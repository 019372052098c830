namespace ScanSim.Physics;

/// <summary>The terms of the radar equation of one pulse; gives the signal-to-noise ratio, or any one term for a wanted ratio.</summary>
/// <remarks>
/// SNR = P Gt Gr λ² σ n / ((4π)³ R⁴ k T B L): mean signal power over mean noise power at the matched filter, per pulse.
/// Source: M. I. Skolnik, Introduction to Radar Systems, 3rd ed., 2001, section 2.1 ff. (from memory). Each Solve method reads
/// every term but the one it solves for. Domain: all terms &gt; 0 and the wanted SNR &gt; 0. Accuracy: a solution put back gives the
/// SNR to 1e-14 relative. NaN in, NaN out. The default value has all terms 0 and gives NaN.
/// </remarks>
public readonly record struct RadarEquationTerms
{
    public required double PeakPowerW { get; init; }

    public required double TransmitGainRatio { get; init; }

    public required double ReceiveGainRatio { get; init; }

    public required double WavelengthM { get; init; }

    public required double RcsM2 { get; init; }

    public required double RangeM { get; init; }

    /// <summary>All losses that lower the signal, ≥ 1; the receiving line's is in <see cref="NoiseTemperatureK"/> already.</summary>
    public required double LossRatio { get; init; }

    /// <summary>System noise temperature at the antenna terminals.</summary>
    public required double NoiseTemperatureK { get; init; }

    /// <summary>Noise bandwidth of the whole receiver: 1 / compressed pulse width.</summary>
    public required double NoiseBandwidthHz { get; init; }

    /// <summary>Transmitted over compressed pulse width; 1 for a plain pulse.</summary>
    public required double EnergyGainRatio { get; init; }

    public double SnrRatio() =>
        RadarEquation.ReceivedPowerW(PeakPowerW, TransmitGainRatio, ReceiveGainRatio, WavelengthM, RcsM2, RangeM, LossRatio)
        * EnergyGainRatio / Noise.PowerW(NoiseTemperatureK, NoiseBandwidthHz);

    /// <summary>Greatest range at which the SNR is still reached.</summary>
    public double SolveRangeM(double requiredSnrRatio) =>
        Math.Sqrt(Math.Sqrt((this with { RangeM = 1.0 }).SnrRatio() / requiredSnrRatio));

    public double SolvePeakPowerW(double requiredSnrRatio) =>
        requiredSnrRatio / (this with { PeakPowerW = 1.0 }).SnrRatio();

    /// <summary>Gain needed when one antenna serves both ways.</summary>
    public double SolveGainRatio(double requiredSnrRatio) =>
        Math.Sqrt(requiredSnrRatio / (this with { TransmitGainRatio = 1.0, ReceiveGainRatio = 1.0 }).SnrRatio());

    public double SolveRcsM2(double requiredSnrRatio) =>
        requiredSnrRatio / (this with { RcsM2 = 1.0 }).SnrRatio();

    /// <summary>Wavelength needed when the gains stay as they are.</summary>
    public double SolveWavelengthM(double requiredSnrRatio) =>
        Math.Sqrt(requiredSnrRatio / (this with { WavelengthM = 1.0 }).SnrRatio());

    /// <summary>Greatest loss that still leaves the SNR; below 1 when even a loss-free radar does not reach it.</summary>
    public double SolveLossRatio(double requiredSnrRatio) =>
        (this with { LossRatio = 1.0 }).SnrRatio() / requiredSnrRatio;
}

PROBLEM DETAILS => When you reach the line in the material above that holds "namespace ScanSim.Physics;", begin reproducing lines exactly, and stop after the line that holds "RangeM = 1.0".

RESPONSE TO THIS EXERCISE =>
namespace ScanSim.Physics;

/// <summary>The terms of the radar equation of one pulse; gives the signal-to-noise ratio, or any one term for a wanted ratio.</summary>
/// <remarks>
/// SNR = P Gt Gr λ² σ n / ((4π)³ R⁴ k T B L): mean signal power over mean noise power at the matched filter, per pulse.
/// Source: M. I. Skolnik, Introduction to Radar Systems, 3rd ed., 2001, section 2.1 ff. (from memory). Each Solve method reads
/// every term but the one it solves for. Domain: all terms &gt; 0 and the wanted SNR &gt; 0. Accuracy: a solution put back gives the
/// SNR to 1e-14 relative. NaN in, NaN out. The default value has all terms 0 and gives NaN.
/// </remarks>
public readonly record struct RadarEquationTerms
{
    public required double PeakPowerW { get; init; }

    public required double TransmitGainRatio { get; init; }

    public required double ReceiveGainRatio { get; init; }

    public required double WavelengthM { get; init; }

    public required double RcsM2 { get; init; }

    public required double RangeM { get; init; }

    /// <summary>All losses that lower the signal, ≥ 1; the receiving line's is in <see cref="NoiseTemperatureK"/> already.</summary>
    public required double LossRatio { get; init; }

    /// <summary>System noise temperature at the antenna terminals.</summary>
    public required double NoiseTemperatureK { get; init; }

    /// <summary>Noise bandwidth of the whole receiver: 1 / compressed pulse width.</summary>
    public required double NoiseBandwidthHz { get; init; }

    /// <summary>Transmitted over compressed pulse width; 1 for a plain pulse.</summary>
    public required double EnergyGainRatio { get; init; }

    public double SnrRatio() =>
        RadarEquation.ReceivedPowerW(PeakPowerW, TransmitGainRatio, ReceiveGainRatio, WavelengthM, RcsM2, RangeM, LossRatio)
        * EnergyGainRatio / Noise.PowerW(NoiseTemperatureK, NoiseBandwidthHz);

    /// <summary>Greatest range at which the SNR is still reached.</summary>
    public double SolveRangeM(double requiredSnrRatio) =>
        Math.Sqrt(Math.Sqrt((this with { RangeM = 1.0 }).SnrRatio() / requiredSnrRatio));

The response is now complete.